History was everything. Yetu knew that. But it wasn’t kind.Ch. 6, pg. 96
I truly need to thank my boyfriend for this read. If he hadn’t picked the book up for himself, there’s a chance that I never would have read it. And that would have been a travesty.
As a huge Clipping. fan, he just had to pick up the book that was inspired by one of their songs. The Deep tells a tale that I didn’t know I needed to read until I’d already read it. I’m so glad that I did – so glad that he brought this story into my life – as it truly is a near perfect story.

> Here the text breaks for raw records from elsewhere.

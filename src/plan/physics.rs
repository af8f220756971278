//! What the plan alone decides, checked when it is read (so `check` finds it, with line and
//! column): every stage can bias at every temperature and in every corner, and a stage with
//! charge storage can be solved under the plan's two tones without products colliding.

use super::reader::At;
use crate::error::PlanError;
use crate::model::bias::bias_problem;
use crate::model::budget::Metric;
use crate::model::circuit::StageCircuit;
use crate::model::corner::{Corner, TYPICAL};
use crate::model::plan::Plan;
use crate::model::products::{
    common_period_cycles, refused_collision, separating_spacing, PeriodTooLong,
    MAX_COMMON_PERIOD_CYCLES,
};
use crate::units::short_number;

/// Refuses a stage that cannot bias at a plan temperature in a plan corner, pointing at the
/// stage key most to blame (`stages[1].emitter_resistance`).
pub fn check_bias(
    stage_items: &[At],
    stage_keys: &[&str],
    plan: &Plan,
    corners: &[Corner],
) -> Result<(), PlanError> {
    for (item, stage) in stage_items.iter().zip(&plan.stages) {
        for corner in corners {
            let built = corner.apply(stage);
            for &temperature in &plan.temperatures_c {
                let Some(problem) = bias_problem(&built, temperature) else {
                    continue;
                };
                let at = item
                    .map(stage_keys)?
                    .get(problem.key())
                    .unwrap_or_else(|| item.clone());
                let in_corner = if corner.name == TYPICAL {
                    String::new()
                } else {
                    format!(" in the `{}` corner", corner.name)
                };
                return Err(at.error(
                    format!("stage `{}` cannot bias{in_corner}: {problem}", stage.name),
                    problem.remedy(),
                ));
            }
        }
    }
    Ok(())
}

/// The frequencies two tones are solved at: the drive's and those of the budget lines that
/// measure IM3 or an intercept.
fn two_tone_frequencies(plan: &Plan) -> Vec<f64> {
    let mut frequencies = plan.drive.frequencies.clone();
    for line in &plan.budget {
        if matches!(line.metric, Metric::Im3 | Metric::Iip3 | Metric::Oip3) {
            if let Some(f) = line.frequency {
                if !frequencies.contains(&f) {
                    frequencies.push(f);
                }
            }
        }
    }
    frequencies
}

/// For stages with charge storage (solved over the two tones' common period), refuses a
/// spacing whose common period is too long or whose reported products fall on a product of
/// lower or equal order, at `drive.two_tone_spacing`. Memoryless stages are analysed on the
/// torus of the two phases, where products cannot collide, and are not concerned.
pub fn check_two_tone(spacing_at: Option<&At>, plan: &Plan) -> Result<(), PlanError> {
    let (Some(at), Some(spacing)) = (spacing_at, plan.drive.two_tone_spacing) else {
        return Ok(());
    };
    let Some(stage) = plan.stages.iter().find(|stage| {
        plan.temperatures_c
            .iter()
            .any(|&t| !StageCircuit::new(stage, t).is_memoryless())
    }) else {
        return Ok(());
    };
    let suggestion = |f: f64| match separating_spacing(f, spacing) {
        Some(s) => format!("e.g. {} Hz", short_number(s)),
        None => "a spacing that divides the frequency".into(),
    };
    for f in two_tone_frequencies(plan) {
        match refused_collision(f, spacing) {
            Err(PeriodTooLong) => {
                return Err(at.error(
                    format!(
                        "stage `{}` has charge storage, so two tones are solved over their common period; at {} Hz and {} Hz that period spans more than {MAX_COMMON_PERIOD_CYCLES} periods of the upper tone",
                        stage.name,
                        short_number(f),
                        short_number(f + spacing)
                    ),
                    format!(
                        "a spacing for which frequency/spacing is a ratio of small integers, {}",
                        suggestion(f)
                    ),
                ))
            }
            Ok(Some(collision)) => {
                let (_, q) = common_period_cycles(f, spacing).unwrap_or((0, 0));
                return Err(at.error(
                    format!(
                        "stage `{}` has charge storage, so two tones are solved over their common period ({q} upper-tone cycles); at {} Hz with a {} Hz spacing the {} product {} falls on the frequency of {} (order {}), so {} would read the other product",
                        stage.name,
                        short_number(f),
                        short_number(spacing),
                        collision.figure.name().to_uppercase(),
                        collision.reported,
                        collision.other,
                        collision.other.order(),
                        collision.figure.name().to_uppercase()
                    ),
                    format!(
                        "a spacing that keeps 2f1 − f2, 2f2 − f1, f2 − f1 and f1 + f2 apart from every product of lower or equal order, {}",
                        suggestion(f)
                    ),
                ));
            }
            Ok(None) => {}
        }
    }
    Ok(())
}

This story is gripping and impactful. It tells a story using a truly devastating genocide that happened in the world to create a beautiful tale. Not only does it touch on true historical events, this story brings light to a serious issue that still exists today – rampant racism. While this issue is not the main focus of the story, it carries weight within the creation of the wajinru.
Yetu’s story has impact. It has weight. It might be fictional, but the meaning in these words and the lessons you can learn from them matter.
Yetu is a character that’s stronger than she realizes. She’s given up most of her life to being her peoples’ historian, even though it’s a role she never wanted for herself. While the historians that came before her might have been physically and emotionally stronger and more put together than Yetu was before being thrust into the role, she just proves time and time again that her heart, morals, and drive to live are stronger than any historian that came before her.
Yes, she ran away from her responsibilities and almost ended the world. Yes, she got scared when she considered how continuing to be the historian might very well kill her. But she tried. And isn’t that all we can really ask of people?
She tried to be the historian that her people needed, to carry on the role the way they were used to it being played. But being that kind of historian just didn’t work for Yetu. She thought that maybe – just maybe – her people would be able to survive the brutal histories of their peoples without her help. Yes it was almost too late to help them out when she finally arrived back home, but in the end Yetu was able to muster up the courage to do what needed to be done. Even if it meant sacrificing herself for the cause.
Thankfully it didn’t come to that. The wajinru were able to get through the onslaught of history with the help of their historian and carry the burden together. Instead of being a people who lived to forget, they became a people that remembered to live.
I’m also glad that, on top of saving her people and her own life, Yetu was able to find her own happiness with Oori. Oori might not be a wajinru, but with Yetu’s help she was able to remember how to breathe through water and to survive in the deep. There was nothing left for the woman above the water, so she was able to join Yetu and become one with their people below the surface.